Мне не хочется признаваться, что я никогда с ней не разговаривала.
– Я приехала из Лондона, чтобы встретиться с тетей Фрэнсис. Уолтер Гордон говорил с ней по телефону незадолго до того, как мы поехали к ней домой, вероятно, он был последним человеком, который с ней разговаривал.
Крейн снова молчит, только хмурится и кивает. Я стараюсь не смотреть на свои ладони, но не могу удержаться, и меня слегка качает.
Крейн берет меня под руку и ведет по извивающимся переулкам Касл-Нолла. Дома из песчаника залиты золотистым закатным светом, но я слишком поглощена разговором, чтобы обращать на это внимание.
Хоть Крейн так и не рассказал мне, к какому растению я прикоснулась, я не чувствую себя беззащитной. Вообще-то совсем наоборот. Он спокойно выслушивает мои теории и время от времени играет роль адвоката дьявола.

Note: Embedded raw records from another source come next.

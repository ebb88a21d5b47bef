import { jStat } from 'jstat';
import {
  demonstratedReliability,
  ReliabilityInputError,
  sampleSizeProblems,
  successRunSampleSize,
} from '../../shared/domain/reliability';

// Success run: C = 1 - R^n, so n = ln(1 - C) / ln(R); with test-to-life ratio L and Weibull
// shape b (Weibayes): n = ln(1 - C) / (L^b ln R). Rounded up (REFERENCES.md).
describe('successRunSampleSize', () => {
  it.each([
    // REFERENCES.md, success-run relation: ln(0.1) = -2.302585, ln(0.9) = -0.105361; 2.302585 / 0.105361 = 21.854 -> 22.
    { source: 'REFERENCES.md (success run)', r: 0.9, c: 0.9, l: null, b: null, n: 22, exact: 21.854 },
    // C. J. Wang, "Two useful Weibayes equations in reliability demonstration": R 95 %, C 90 %, L = 1, b = 1.
    // ln(0.1) = -2.302585, ln(0.95) = -0.051293; 2.302585 / 0.051293 = 44.891 -> 45.
    { source: 'C. J. Wang, Weibayes worked example', r: 0.95, c: 0.9, l: 1, b: 1, n: 45, exact: 44.891 },
    // From memory (the often-quoted "59 samples" for 95 % / 95 %): ln(0.05) = -2.995732; 2.995732 / 0.051293 = 58.404 -> 59.
    { source: 'from memory (95/95 -> 59)', r: 0.95, c: 0.95, l: null, b: null, n: 59, exact: 58.404 },
    // From memory (99 % / 95 % -> 299): ln(0.99) = -0.010050; 2.995732 / 0.010050 = 298.073 -> 299.
    { source: 'from memory (99/95 -> 299)', r: 0.99, c: 0.95, l: null, b: null, n: 299, exact: 298.073 },
    // Recomputed by hand, no published value: L^b = 2^2 = 4; 21.854 / 4 = 5.464 -> 6.
    { source: 'recomputed by hand', r: 0.9, c: 0.9, l: 2, b: 2, n: 6, exact: 5.464 },
    // Recomputed by hand, no published value: L^b = 3^2 = 9; 44.891 / 9 = 4.988 -> 5.
    { source: 'recomputed by hand', r: 0.95, c: 0.9, l: 3, b: 2, n: 5, exact: 4.988 },
    // Recomputed by hand, no published value: L^b = 1.5^2 = 2.25; 21.854 / 2.25 = 9.713 -> 10.
    { source: 'recomputed by hand', r: 0.9, c: 0.9, l: 1.5, b: 2, n: 10, exact: 9.713 },
  ])('when R $r, C $c, L $l, b $b ($source), then n = $n ($exact before rounding)', ({ r, c, l, b, n, exact }) => {
    const result = successRunSampleSize({ reliability: r, confidence: c, testToLife: l, shape: b });
    expect(result.n).toBe(n);
    expect(result.exact).toBeCloseTo(exact, 3);
  });

  // Independent check with the binomial distribution of the jstat package (jStat.binomial, jstat 1.9.6):
  // with n samples and no failure, P(X = 0) = binomial.pdf(0, n, p) where p is the chance that one
  // sample fails the test: 1 - R, or 1 - R^(L^b) when it runs L lives of a Weibull with shape b.
  // n is the smallest count with P(X = 0) <= 1 - C.
  it.each([
    [0.9, 0.9, null, null],
    [0.95, 0.9, 1, 1],
    [0.95, 0.95, null, null],
    [0.99, 0.95, null, null],
    [0.9, 0.8, null, null],
    [0.9, 0.7, null, null],
    [0.9, 0.9, 2, 2],
    [0.95, 0.9, 3, 2],
    [0.9, 0.9, 2, 1.5],
    [0.9, 0.8, 1.5, 2],
    [0.999, 0.99, null, null],
  ])('when R %p, C %p, L %p, b %p, then the binomial distribution of jstat agrees that n is the smallest passing count', (r, c, l, b) => {
    const { n } = successRunSampleSize({ reliability: r, confidence: c, testToLife: l, shape: b });
    const survive = l && b ? Math.pow(r, Math.pow(l, b)) : r;
    const p = 1 - survive;
    expect(jStat.binomial.pdf(0, n, p)).toBeLessThanOrEqual(1 - c + 1e-12);
    expect(jStat.binomial.pdf(0, n - 1, p)).toBeGreaterThan(1 - c);
    // The cdf at 0 failures is the same probability (jstat rounds it to 10 decimals).
    expect(jStat.binomial.cdf(0, n, p)).toBeCloseTo(jStat.binomial.pdf(0, n, p), 9);
  });

  it('when the exact value is a whole number up to float dust, then it is not rounded up to the next one', () => {
    // R = 0.5, C = 0.75: ln(0.25) / ln(0.5) = 2 exactly.
    expect(successRunSampleSize({ reliability: 0.5, confidence: 0.75 })).toEqual({ n: 2, exact: 2 });
    // R = 0.1, C = 0.999: ln(0.001) / ln(0.1) = 3 up to the last bit.
    expect(successRunSampleSize({ reliability: 0.1, confidence: 0.999 }).n).toBe(3);
  });

  it.each([
    ['reliability', { reliability: 0, confidence: 0.9 }],
    ['reliability', { reliability: 1, confidence: 0.9 }],
    ['reliability', { reliability: -0.1, confidence: 0.9 }],
    ['reliability', { reliability: Number.NaN, confidence: 0.9 }],
    ['confidence', { reliability: 0.9, confidence: 0 }],
    ['confidence', { reliability: 0.9, confidence: 1 }],
    ['confidence', { reliability: 0.9, confidence: 1.5 }],
    ['testToLife', { reliability: 0.9, confidence: 0.9, testToLife: 0, shape: 2 }],
    ['testToLife', { reliability: 0.9, confidence: 0.9, testToLife: -1, shape: 2 }],
    ['shape', { reliability: 0.9, confidence: 0.9, testToLife: 2, shape: 0 }],
    ['shape', { reliability: 0.9, confidence: 0.9, testToLife: 2 }],
    ['testToLife', { reliability: 0.9, confidence: 0.9, shape: 2 }],
  ])('when %s is out of range or alone, then the input is refused naming it', (field, input) => {
    expect(sampleSizeProblems(input).map((p) => p.field)).toContain(field);
    expect(() => successRunSampleSize(input)).toThrow(ReliabilityInputError);
    try {
      successRunSampleSize(input);
    } catch (err) {
      expect((err as ReliabilityInputError).field).toBe(sampleSizeProblems(input)[0].field);
    }
  });

  it('when R, C, L and b are at usable extremes, then n is finite and at least 1', () => {
    expect(successRunSampleSize({ reliability: 0.000001, confidence: 0.000001 }).n).toBe(1);
    expect(successRunSampleSize({ reliability: 0.999999, confidence: 0.999999 }).n).toBe(13_815_504);
    expect(successRunSampleSize({ reliability: 0.9, confidence: 0.9, testToLife: 1000, shape: 50 }).n).toBe(1);
  });
});

describe('demonstratedReliability', () => {
  it('when 22 samples passed at C 90 %, then R = 0.1^(1/22) = 0.90063 (by hand: exp(-2.302585 / 22) = exp(-0.104663))', () => {
    expect(demonstratedReliability(22, 0.9)).toBeCloseTo(0.90063, 5);
  });

  it.each([
    [0.9, 0.9],
    [0.95, 0.9],
    [0.99, 0.95],
    [0.8, 0.5],
  ])('when n is computed for R %p and C %p, then n passes demonstrate at least R and n - 1 passes do not (round trip)', (r, c) => {
    const { n, exact } = successRunSampleSize({ reliability: r, confidence: c });
    expect(demonstratedReliability(n, c)).toBeGreaterThanOrEqual(r);
    if (n > 1) expect(demonstratedReliability(n - 1, c)).toBeLessThan(r);
    // The unrounded count gives R back exactly.
    expect(Math.pow(1 - c, 1 / exact)).toBeCloseTo(r, 12);
  });

  it('when each sample ran L lives with shape b, then R = (1 - C)^(1/(n L^b)) and the Weibayes n round-trips', () => {
    const { n } = successRunSampleSize({ reliability: 0.9, confidence: 0.9, testToLife: 2, shape: 2 });
    // n = 6: 0.1^(1/24) = exp(-2.302585 / 24) = exp(-0.095941) = 0.90852.
    expect(demonstratedReliability(n, 0.9, { testToLife: 2, shape: 2 })).toBeCloseTo(0.90852, 5);
  });

  it.each([
    ['samples', 0, 0.9],
    ['samples', 2.5, 0.9],
    ['samples', -3, 0.9],
    ['confidence', 10, 0],
    ['confidence', 10, 1],
  ])('when %s is bad (%p, %p), then it is refused naming it', (field, samples, confidence) => {
    expect(() => demonstratedReliability(samples, confidence)).toThrow(expect.objectContaining({ field }));
  });
});
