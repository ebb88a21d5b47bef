import { useMemo } from 'react';
import { ScrollView, StyleSheet, View } from 'react-native';
import { LinkPressable } from '@/components/ui/link-pressable';
import { Text } from '@/components/ui/text';
import { useFocusRing } from '@/components/ui/use-focus-ring';
import { colors, radii, sizes, spacing } from '@/components/theme/tokens';
import { ASSIGNMENT_STATUS_LABELS, type Assignment } from '@/shared/schemas/fleet';
import { addDays, dayKey, formatWindow } from './fleet-time';
import { assignmentFlags, heldUntil, purposeLabel } from './fleet-words';

export type TimelineRow = { id: string; tag: string; stage: string };

const LABEL_W = 168;
const HEADER_H = 48;
const LANE_H = 68;
const ROW_PAD = 4;
/** A bar is drawn at least this wide so its words stay readable; lanes are packed by drawn width. */
const MIN_BAR_W = 96;

type Placed = { a: Assignment; left: number; width: number; lane: number };

/** Bars of one row, placed by time and stacked in lanes so that no two drawn bars cover each other. */
export function placeBars(items: readonly Assignment[], from: number, dayWidth: number, now: number): { bars: Placed[]; lanes: number } {
  const pxPerMs = dayWidth / (24 * 3600_000);
  const sorted = [...items].sort((x, y) => Date.parse(x.startsAt) - Date.parse(y.startsAt));
  const laneEnds: number[] = [];
  const bars: Placed[] = [];
  for (const a of sorted) {
    const left = Math.max(0, (Date.parse(a.startsAt) - from) * pxPerMs);
    const right = (heldUntil(a, now) - from) * pxPerMs;
    const width = Math.max(MIN_BAR_W, right - left);
    let lane = laneEnds.findIndex((end) => end <= left);
    if (lane === -1) {
      lane = laneEnds.length;
      laneEnds.push(0);
    }
    laneEnds[lane] = left + width + 2;
    bars.push({ a, left, width, lane });
  }
  return { bars, lanes: Math.max(1, laneEnds.length) };
}

/**
 * Vehicles (rows) against days (columns), scrolled sideways on narrower windows. Each bar says
 * the driver and the purpose in words; an overdue return runs on to now and says so, as does a
 * conflict, so nothing rests on colour alone.
 */
export function FleetTimeline({
  rows,
  assignments,
  from,
  days,
  dayWidth,
  conflicts,
  now,
}: {
  rows: readonly TimelineRow[];
  assignments: readonly Assignment[];
  /** Local midnight of the first day. */
  from: Date;
  days: number;
  dayWidth: number;
  conflicts: ReadonlySet<string>;
  now: number;
}) {
  const start = from.getTime();
  const dayStarts = useMemo(() => Array.from({ length: days }, (_, i) => addDays(from, i)), [from, days]);
  const end = addDays(from, days).getTime();
  const byVehicle = useMemo(() => {
    const map = new Map<string, Assignment[]>();
    for (const a of assignments) {
      if (a.status === 'cancelled') continue;
      if (Date.parse(a.startsAt) >= end || heldUntil(a, now) <= start) continue;
      map.set(a.assetId, [...(map.get(a.assetId) ?? []), a]);
    }
    return map;
  }, [assignments, start, end, now]);
  const todayKey = dayKey(new Date(now));
  const nowLeft = now >= start && now < end ? ((now - start) / (24 * 3600_000)) * dayWidth : null;
  const width = days * dayWidth;

  return (
    <View style={styles.frame} testID="fleet-timeline">
      <View style={styles.labels}>
        <View style={[styles.corner, { height: HEADER_H }]}>
          <Text variant="label" tone="muted">
            Vehicle
          </Text>
        </View>
        {rows.map((row) => {
          const lanes = placeBars(byVehicle.get(row.id) ?? [], start, dayWidth, now).lanes;
          return <RowLabel key={row.id} row={row} height={lanes * LANE_H + ROW_PAD * 2} />;
        })}
      </View>
      <ScrollView horizontal style={styles.scroll} contentContainerStyle={{ width }} accessibilityLabel="Days">
        <View style={{ width }}>
          <View style={[styles.headerRow, { height: HEADER_H }]}>
            {dayStarts.map((day) => {
              const weekend = day.getDay() === 0 || day.getDay() === 6;
              const isToday = dayKey(day) === todayKey;
              return (
                <View key={dayKey(day)} style={[styles.dayHead, { width: dayWidth }, weekend && styles.weekend, isToday && styles.today]}>
                  <Text variant="caption" weight={isToday ? 'semibold' : 'medium'} tone={isToday ? 'primary' : 'muted'}>
                    {day.toLocaleDateString('en-GB', { weekday: 'short' })}
                    {isToday ? ' · today' : ''}
                  </Text>
                  <Text variant="label" weight={isToday ? 'semibold' : 'medium'}>
                    {day.toLocaleDateString('en-GB', { day: 'numeric', month: 'short' })}
                  </Text>
                </View>
              );
            })}
          </View>
          {rows.map((row) => {
            const { bars, lanes } = placeBars(byVehicle.get(row.id) ?? [], start, dayWidth, now);
            return (
              <View key={row.id} style={[styles.row, { height: lanes * LANE_H + ROW_PAD * 2 }]} role="group" accessibilityLabel={`${row.tag}: ${bars.length === 0 ? 'nothing booked' : `${bars.length} bookings`}`}>
                {dayStarts.map((day, i) => (
                  <View
                    key={dayKey(day)}
                    style={[styles.gridCell, { left: i * dayWidth, width: dayWidth }, (day.getDay() === 0 || day.getDay() === 6) && styles.weekend]}
                  />
                ))}
                {bars.map((bar) => (
                  <Bar key={bar.a.id} placed={bar} conflicts={conflicts} maxWidth={width - bar.left} />
                ))}
              </View>
            );
          })}
          {nowLeft !== null ? <View style={[styles.nowLine, { left: nowLeft }]} accessibilityElementsHidden importantForAccessibility="no" /> : null}
        </View>
      </ScrollView>
    </View>
  );
}

function RowLabel({ row, height }: { row: TimelineRow; height: number }) {
  const ring = useFocusRing();
  return (
    <LinkPressable
      href={`/fleet/new?assetId=${row.id}`}
      accessibilityLabel={`${row.tag}, ${row.stage}: book`}
      onFocus={ring.onFocus}
      onBlur={ring.onBlur}
      style={({ pressed }) => [styles.rowLabel, { height }, pressed && styles.pressed, ring.focused && styles.focused]}
      testID={`fleet-row-${row.id}`}
    >
      <Text variant="bodyStrong" numberOfLines={1}>
        {row.tag}
      </Text>
      <Text variant="caption" tone="muted" numberOfLines={1}>
        {row.stage}
      </Text>
      <Text variant="caption" tone="primary" weight="medium">
        Book ›
      </Text>
    </LinkPressable>
  );
}

function Bar({ placed, conflicts, maxWidth }: { placed: Placed; conflicts: ReadonlySet<string>; maxWidth: number }) {
  const ring = useFocusRing();
  const { a } = placed;
  const flags = assignmentFlags(a, conflicts).filter((f) => f.tone === 'danger');
  const status = ASSIGNMENT_STATUS_LABELS[a.status];
  // Said in the order the bar shows it (driver, purpose, flags or status), then what the bar leaves to its row and place.
  const spoken = [a.driver.name, purposeLabel(a), ...(flags.length ? flags.map((f) => f.label) : [status]), a.assetTag, formatWindow(a.startsAt, a.endsAt), ...(flags.length ? [status] : [])].join(', ');
  const tone = flags.length ? styles.barDanger : a.status === 'checked-out' ? styles.barOut : a.status === 'returned' ? styles.barDone : styles.barPlanned;
  return (
    <LinkPressable
      href={`/fleet/assignments/${a.id}`}
      accessibilityLabel={spoken}
      onFocus={ring.onFocus}
      onBlur={ring.onBlur}
      testID={`assignment-${a.id}`}
      style={({ pressed }) => [
        styles.bar,
        tone,
        { left: placed.left, width: Math.min(placed.width, maxWidth) - 2, top: ROW_PAD + placed.lane * LANE_H },
        pressed && styles.pressed,
        ring.focused && styles.focused,
      ]}
    >
      <Text variant="caption" weight="semibold" numberOfLines={1}>
        {a.driver.name}
      </Text>
      <Text variant="caption" numberOfLines={1}>
        {purposeLabel(a)}
      </Text>
      <Text variant="caption" weight={flags.length ? 'semibold' : 'regular'} tone={flags.length ? 'danger' : 'muted'} numberOfLines={1}>
        {flags.length ? flags.map((f) => f.label).join(' · ') : status}
      </Text>
    </LinkPressable>
  );
}

const styles = StyleSheet.create({
  frame: {
    flexDirection: 'row',
    borderWidth: 1,
    borderColor: colors.border,
    borderRadius: radii.lg,
    backgroundColor: colors.surface,
    overflow: 'hidden',
  },
  labels: {
    width: LABEL_W,
    borderRightWidth: 1,
    borderRightColor: colors.border,
  },
  corner: {
    justifyContent: 'center',
    paddingHorizontal: spacing.md,
    borderBottomWidth: 1,
    borderBottomColor: colors.border,
  },
  rowLabel: {
    justifyContent: 'center',
    paddingHorizontal: spacing.md,
    borderBottomWidth: 1,
    borderBottomColor: colors.border,
    minHeight: sizes.touch,
  },
  scroll: {
    flex: 1,
  },
  headerRow: {
    flexDirection: 'row',
    borderBottomWidth: 1,
    borderBottomColor: colors.border,
  },
  dayHead: {
    justifyContent: 'center',
    paddingHorizontal: spacing.sm,
    borderRightWidth: 1,
    borderRightColor: colors.border,
  },
  weekend: {
    backgroundColor: colors.surfaceMuted,
  },
  today: {
    backgroundColor: colors.primaryTint,
  },
  row: {
    position: 'relative',
    borderBottomWidth: 1,
    borderBottomColor: colors.border,
  },
  gridCell: {
    position: 'absolute',
    top: 0,
    bottom: 0,
    borderRightWidth: 1,
    borderRightColor: colors.border,
  },
  bar: {
    position: 'absolute',
    height: LANE_H - ROW_PAD * 2,
    borderRadius: radii.sm,
    borderWidth: 1,
    paddingHorizontal: spacing.xs,
    paddingVertical: spacing.xxs,
    overflow: 'hidden',
    justifyContent: 'center',
  },
  barPlanned: {
    backgroundColor: colors.primaryTint,
    borderColor: colors.primary,
  },
  barOut: {
    backgroundColor: colors.warningTint,
    borderColor: colors.warning,
  },
  barDone: {
    backgroundColor: colors.surfaceMuted,
    borderColor: colors.borderStrong,
  },
  barDanger: {
    backgroundColor: colors.dangerTint,
    borderColor: colors.danger,
    borderWidth: 2,
  },
  nowLine: {
    position: 'absolute',
    top: HEADER_H,
    bottom: 0,
    width: 2,
    backgroundColor: colors.accent,
  },
  pressed: {
    opacity: 0.8,
  },
  focused: {
    outlineColor: colors.focus,
    outlineStyle: 'solid',
    outlineWidth: sizes.focusRing,
    outlineOffset: 1,
  },
});
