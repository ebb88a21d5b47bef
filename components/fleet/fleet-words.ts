import type { BadgeTone } from '@/components/ui/chip';
import { errorMessage, isApiError } from '@/hooks/api/api-client';
import { FLEET_ERROR_SENTENCES } from '@/shared/api/fleet-paths';
import { overlaps } from '@/shared/domain/fleet';
import type { Role } from '@/shared/schemas/auth';
import {
  ASSIGNMENT_PURPOSE_LABELS,
  DRIVING_LEVEL_LABELS,
  type Assignment,
  type AssignmentStatus,
  type DriverProfile,
  type RefusalCode,
} from '@/shared/schemas/fleet';
import { formatDate } from '@/components/assets/asset-words';

/** Who books, changes, cancels, keeps the roster and plans (the server's FLEET_MANAGERS). */
export const isFleetManager = (role: Role | null | undefined) => role === 'coordinator' || role === 'lead';

/**
 * The sentence for a failed fleet request. The server's own sentence is used where it says more
 * (the time a window starts, the odometer's reading); a code without one gets the fleet's plain
 * sentence. A refusal's reasons are listed apart, so its sentence stays short.
 */
export function fleetErrorMessage(error: unknown): string {
  if (!isApiError(error)) return errorMessage(error);
  if (error.code === 'assignment/refused') return FLEET_ERROR_SENTENCES['assignment/refused'];
  const fleetSentence = FLEET_ERROR_SENTENCES[error.code];
  if (fleetSentence && !error.message.trim()) return fleetSentence;
  return errorMessage(error);
}

export const ASSIGNMENT_STATUS_TONES: Record<AssignmentStatus, BadgeTone> = {
  planned: 'primary',
  'checked-out': 'warning',
  returned: 'success',
  cancelled: 'neutral',
};

/** What a refusal is about, as a short heading before the server's sentence. */
export const REFUSAL_TITLES: Record<RefusalCode, string> = {
  'vehicle-overlap': 'Vehicle already booked',
  'driver-overlap': 'Driver already booked',
  'vehicle-not-cleared': 'Vehicle not cleared (safety)',
  'vehicle-unavailable': 'Vehicle down or retired',
  'vehicle-in-use': 'Vehicle not back yet',
  'driver-level': 'Driving level too low',
  'licence-expired': 'Driving licence expired',
  'licence-unknown': 'No licence expiry on file',
};

export const purposeLabel = (assignment: Pick<Assignment, 'purpose'>) => ASSIGNMENT_PURPOSE_LABELS[assignment.purpose];

/** "Ana Ruiz · Ride and handling": the words on a timeline bar and a day card. */
export const barLabel = (a: Assignment) => `${a.driver.name} · ${purposeLabel(a)}`;

export type LicenceFlag = { label: string; tone: BadgeTone } | null;

export function licenceFlag(driver: Pick<DriverProfile, 'licenceExpired' | 'licenceExpiresSoon' | 'licenceExpiry'>): LicenceFlag {
  if (!driver.licenceExpiry) return { label: 'No licence expiry on file', tone: 'danger' };
  if (driver.licenceExpired) return { label: 'Licence expired', tone: 'danger' };
  if (driver.licenceExpiresSoon) return { label: 'Licence expires soon', tone: 'warning' };
  return null;
}

/** "Level 2 · HV aware · licence to 3 Dec 2027". */
export function driverSummary(driver: DriverProfile): string {
  const parts = [DRIVING_LEVEL_LABELS[driver.drivingLevel] ?? `Level ${driver.drivingLevel}`];
  parts.push(driver.hvAwareness ? 'HV aware' : 'No HV awareness');
  parts.push(driver.licenceExpiry ? `licence to ${formatDate(driver.licenceExpiry)}` : 'licence expiry unknown');
  return parts.join(' · ');
}

const LIVE: AssignmentStatus[] = ['planned', 'checked-out'];

/** The time an assignment holds its vehicle on the plan: an overdue one until now. */
export function heldUntil(a: Assignment, now: number): number {
  const end = Date.parse(a.endsAt);
  return a.status === 'checked-out' ? Math.max(end, now) : end;
}

/**
 * Live assignments that clash with another live one on the same vehicle or driver. The server
 * refuses such bookings, but a vehicle not brought back in time runs into the next booking.
 */
export function conflictingIds(assignments: readonly Assignment[], now: number): Set<string> {
  const live = assignments.filter((a) => LIVE.includes(a.status));
  const out = new Set<string>();
  for (let i = 0; i < live.length; i += 1) {
    for (let j = i + 1; j < live.length; j += 1) {
      const a = live[i];
      const b = live[j];
      if (a.assetId !== b.assetId && a.driver.id !== b.driver.id) continue;
      if (overlaps({ startsAt: a.startsAt, endsAt: heldUntil(a, now) }, { startsAt: b.startsAt, endsAt: heldUntil(b, now) })) {
        out.add(a.id);
        out.add(b.id);
      }
    }
  }
  return out;
}

/** Words for the state of an assignment at `now`: "Overdue return", "Out now", "Starts in 3 h" ... */
export function assignmentFlags(a: Assignment, conflicts: ReadonlySet<string>): Array<{ label: string; tone: BadgeTone }> {
  const flags: Array<{ label: string; tone: BadgeTone }> = [];
  if (a.overdueReturn) flags.push({ label: 'Overdue return', tone: 'danger' });
  if (conflicts.has(a.id)) flags.push({ label: 'Conflict', tone: 'danger' });
  if (!a.vehicle.cleared && LIVE.includes(a.status)) flags.push({ label: 'Vehicle not cleared', tone: 'danger' });
  if (a.levelOverrideReason) flags.push({ label: 'Level rule overridden', tone: 'warning' });
  return flags;
}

– Я видела букеты, которые составляла тетя Фрэнсис. Они бесподобны. Как свадебные букеты от профессионального флориста.
– Ну она делала букеты для многих свадеб в Касл-Нолле. И каждую неделю для церкви, – добавляет Крейн.
– Да. Мистер Гордон упоминал об этом. Мы видели несколько букетов, подготовленных для отправки в церковь. Но букет с этими розами выглядел нелепо, как будто надерган из сорняков. Мне кажется, кто-то послал его тете Фрэнсис, зная, что ей захочется его распотрошить.
– Если только смерть не произошла в тот момент, когда она сама составляла букет, – рассеянно говорит детектив. – Вы предполагаете, что букет был для Фрэнсис. А если от нее? Если он предназначался кому-то другому?
– Вы правда думаете, что кто-то пошлет такой жуткий букет на свадьбу? Или в церковь?
– Не знаю, вдруг кто-то ее разозлил. Фрэнсис злопамятна.
Я делаю мысленную пометку, это важные сведения.
– Что она имела против церкви? – спрашиваю я.
– У нее определенно была какая-то история с викарием.
Крейн морщится, словно запоздало понял, что ему не следовало этого говорить.
– История? В смысле…
– Забудьте, что я это сказал, Энни. Мы почти у больницы.
– И эта история теперь обернулась ей боком, как думаете?
– Я же сказал, забудьте. Это было сто лет назад, – слишком пылко отвечает он, и приказной тон вызывает еще меньше желания подчиниться.
– Сто лет назад? Например, в 1965-м? Когда ей предсказали судьбу? – Шестеренки у меня в голове бешено крутятся. – Или месяц назад? Какой-нибудь спор о цветах был раздут до предела, а потом…
Я пытаюсь представить, каким образом спор тети Фрэнсис с викарием может иметь отношение к скелету и послужить причиной отметить фразу из предсказания, но ничего не выходит.
– Например, в 1965-м. Член моей семьи был знаком с Фрэнсис в то время, так что я знаю, о чем говорил, когда вежливо попросил вас оставить эту тему. – Он на секунду умолкает и смотрит на меня так сурово, что я чуть отодвигаюсь. – И прежде чем у вас разыграется воображение, а вы из тех, кто любит воображать всякое, повторяю, оставьте в покое беднягу викария. Джон и без того натерпелся.